Ms. Shange’s other 15 plays include “A Photograph: A Study of Cruelty” (1977), “Boogie Woogie Landscapes” (1977), “Spell No. 7” (1979) and “Black and White Two Dimensional Planes” (1979).
Her list of published works includes 19 poetry collections, six novels, five children’s books and three collections of essays. Some of her novels are “Sassafrass, Cypress, and Indigo” (1982) and “Some Sing, Some Cry,” with her sister, Ifa Bayeza. Her poetry collections include “I Live in Music” (1994) and “The Sweet Breath of Life: A Poetic Narrative of the African-American Family” (2004). She appeared in an episode of “Transparent” and helped narrate the 2002 documentary “Standing in the Shadows of Motown.”

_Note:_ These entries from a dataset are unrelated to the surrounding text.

/// Options of [`fit_tumble`].
#[derive(Debug, Clone, Copy)]
pub struct TumbleOptions {
    /// Reference magnitude R, nT; `None` fixes the scale from the algebraic fit so that
    /// det W = 1 (the result is then unanchored).
    pub reference_nt: Option<f64>,
    /// Robust reweighting.
    pub robust: Robust,
    /// Iteration limit of each Levenberg–Marquardt solve (default 200).
    pub max_iterations: u64,
}

impl Default for TumbleOptions {
    fn default() -> Self {
        TumbleOptions {
            reference_nt: None,
            robust: Robust::Tukey,
            max_iterations: 200,
        }
    }
}

const MAX_ROUNDS: usize = 20;
/// Reweighting stops when no weight changes by more than this between rounds.
const WEIGHT_TOL: f64 = 2e-3;

/// Fit hard iron, soft iron (and a temperature slope when `temp_c` is given) to tumble
/// samples (sensor frame, nT): a slice of 3-vectors or a log's field columns read in
/// place ([`FieldSamples`]). `temp_c`, if given, has one value per sample (°C).
pub fn fit_tumble<S: FieldSamples + ?Sized>(
    samples_nt: &S,
    temp_c: Option<&[f64]>,
    opts: &TumbleOptions,
) -> Result<TumbleFit, FitError> {
    let n = samples_nt.len();
    check_tumble_data(samples_nt)?;
    // With a given reference on a long log the algebraic fit only seeds the subsample
    // rounds below, so it runs on that subsample; without one it fixes the scale R and
    // uses every sample.
    let long_robust = opts.robust == Robust::Tukey && n >= SEED_MIN_SAMPLES;
    // The evenly decimated subsample of a long log (the seed and the first rounds).
    let stride = (n / SEED_SAMPLES).max(1);
    let sub: Vec<Vector3<f64>> = if long_robust {
        (0..n).step_by(stride).map(|i| samples_nt.at(i)).collect()
    } else {
        Vec::new()
    };
    let ell = if long_robust && opts.reference_nt.is_some() {
        fit_ellipsoid(&sub)?
    } else {
        fit_ellipsoid(samples_nt)?
    };
    let det = ell.shape_per_nt.determinant();
    let r = match opts.reference_nt {
        Some(r) if r.is_finite() && r > 0.0 => r,
        Some(r) => {
            return Err(FitError::Degenerate(format!(
                "reference {r} nT is not positive"
            )))
        }
        None => det.powf(-1.0 / 3.0),
    };
    let tdev: Option<Vec<f64>> = temp_c.map(|t| {
        let mean = t.iter().sum::<f64>() / t.len().max(1) as f64;
        t.iter().map(|x| x - mean).collect()
    });
    if let Some(t) = &tdev {
        if t.len() != n {
            return Err(FitError::Degenerate(format!(
                "{} temperatures for {n} samples",
                t.len()
            )));
        }
    }
    let w0 = ell.shape_per_nt * r;
    let mut p = DVector::zeros(if tdev.is_some() { 12 } else { 9 });
    for a in 0..3 {
        p[a] = ell.centre_nt[a];
    }
    for (m, &(i, j)) in SYM_INDEX.iter().enumerate() {
        p[3 + m] = w0[(i, j)];
    }
    let mut st = Irls {
        iterations: 0,
        solver_problems: Vec::new(),
        rounds: 0,
        converged: opts.robust == Robust::Off,
        sigma: 0.0,
        weight_tol: WEIGHT_TOL,
    };
    // Filled only when the damped rounds run (the one-pass route brings its own).
    let mut weights = Vec::new();
    // Robust scale of the subsample rounds (0 when they did not run or found none).
    let mut seed_sigma = 0.0;
    if long_robust {
        // Large log: run the reweighting on an evenly decimated subsample first, then
        // reach the same fixed point on all samples with one-pass Newton iterations
        // (`large`), or, if those do not settle, with the damped rounds started from
        // the subsample's parameters and weights.
        let sub_t: Option<Vec<f64>> = tdev
            .as_ref()
            .map(|t| t.iter().step_by(stride).copied().collect());
        let mut seed = Irls {
            iterations: 0,
            solver_problems: Vec::new(),
            rounds: 0,
            converged: false,
            sigma: 0.0,
            weight_tol: WEIGHT_TOL,
        };
        let mut sub_w = vec![1.0; sub.len()];
        p = irls(&sub, sub_t.as_deref(), r, p, &mut sub_w, opts, &mut seed)?.0;
        st.iterations += seed.iterations;
        seed_sigma = seed.sigma;
        if seed.sigma > 0.0 {
            if let Some(s) =
                large::newton_passes(samples_nt, tdev.as_deref(), r, p.clone(), seed.sigma)
            {
                return finish(
                    s.p,
                    s.weights,
                    s.sigma_nt,
                    s.residuals_nt,
                    s.jtj_kept,
                    FinishInfo {
                        reference_nt: r,
                        kept_direction_spread: s.kept_direction_spread,
                        robust: opts.robust,
                        iterations: st.iterations + s.passes as u64,
                        rounds: s.passes,
                        irls_converged: true,
                        solver_problems: st.solver_problems,
                    },
                );
            }
        }
    }
    // The damped rounds run on one slice of 3-vectors (copied only when the samples
    // came as columns and the one-pass route above did not answer).
    let owned;
    let samples_nt: &[Vector3<f64>] = match samples_nt.as_slice() {
        Some(v) => v,
        None => {
            owned = samples_nt.to_vec();
            &owned
        }
    };
    if long_robust && seed_sigma > 0.0 {
        // The one-pass iterations did not settle: the damped rounds, from the seed.
        let prob = TumbleProblem {
            samples_nt,
            temp_dev_c: tdev.as_deref(),
            weights: None,
            reference_nt: r,
        };
        let res = prob.residuals(&p);
        let sigma = robust_sigma(&res);
        if sigma > 1e-9 * r {
            weights = res
                .iter()
                .map(|r| tukey_weight(*r / (TUKEY_C * sigma)))
                .collect();
        }
    }
    if weights.len() != n {
        weights = vec![1.0; n];
    }
    let (p, res) = irls(
        samples_nt,
        tdev.as_deref(),
        r,
        p,
        &mut weights,
        opts,
        &mut st,
    )?;
    let problem = TumbleProblem {
        samples_nt,
        temp_dev_c: tdev.as_deref(),
        weights: None,
        reference_nt: r,
    };
    let residuals_nt = match res {
        Some(res) => res,
        None => problem.residuals(&p),
    };
    // Unweighted JᵀJ of the kept samples, for the covariance.
    let kept: Vec<f64> = weights
        .iter()
        .map(|&w| if w > 0.0 { 1.0 } else { 0.0 })
        .collect();
    let jtj_kept = TumbleProblem {
        weights: Some(&kept),
        ..problem
    }
    .normal_equations(&p)
    .map_err(|e| FitError::Solver(e.to_string()))?
    .jtj;
    finish(
        p,
        weights,
        st.sigma,
        residuals_nt,
        jtj_kept,
        FinishInfo {
            reference_nt: r,
            kept_direction_spread: None,
            robust: opts.robust,
            iterations: st.iterations,
            rounds: st.rounds,
            irls_converged: st.converged,
            solver_problems: st.solver_problems,
        },
    )
}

She worked with such black theater companies as the Lorraine Hansberry Theatre in San Francisco; the New Freedom Theater in Philadelphia; Crossroads Theatre Company in New Brunswick, N.J.; St. Louis Black Rep; Penumbra Theatre in St. Paul, Minn.; and The Ensemble Theatre in Houston, Texas.
Ms. Shange taught at Brown University, Rice University, Villanova University, DePaul University, Prairie View University and Sonoma State University. She also lectured at Howard, Yale and New York universities, among others.
In addition to her daughter and sister, Ms. Shange is survived by another sister, Bisa Williams; a brother, Paul T. Williams Jr.; and a granddaughter, Harriet Shange-Watkins.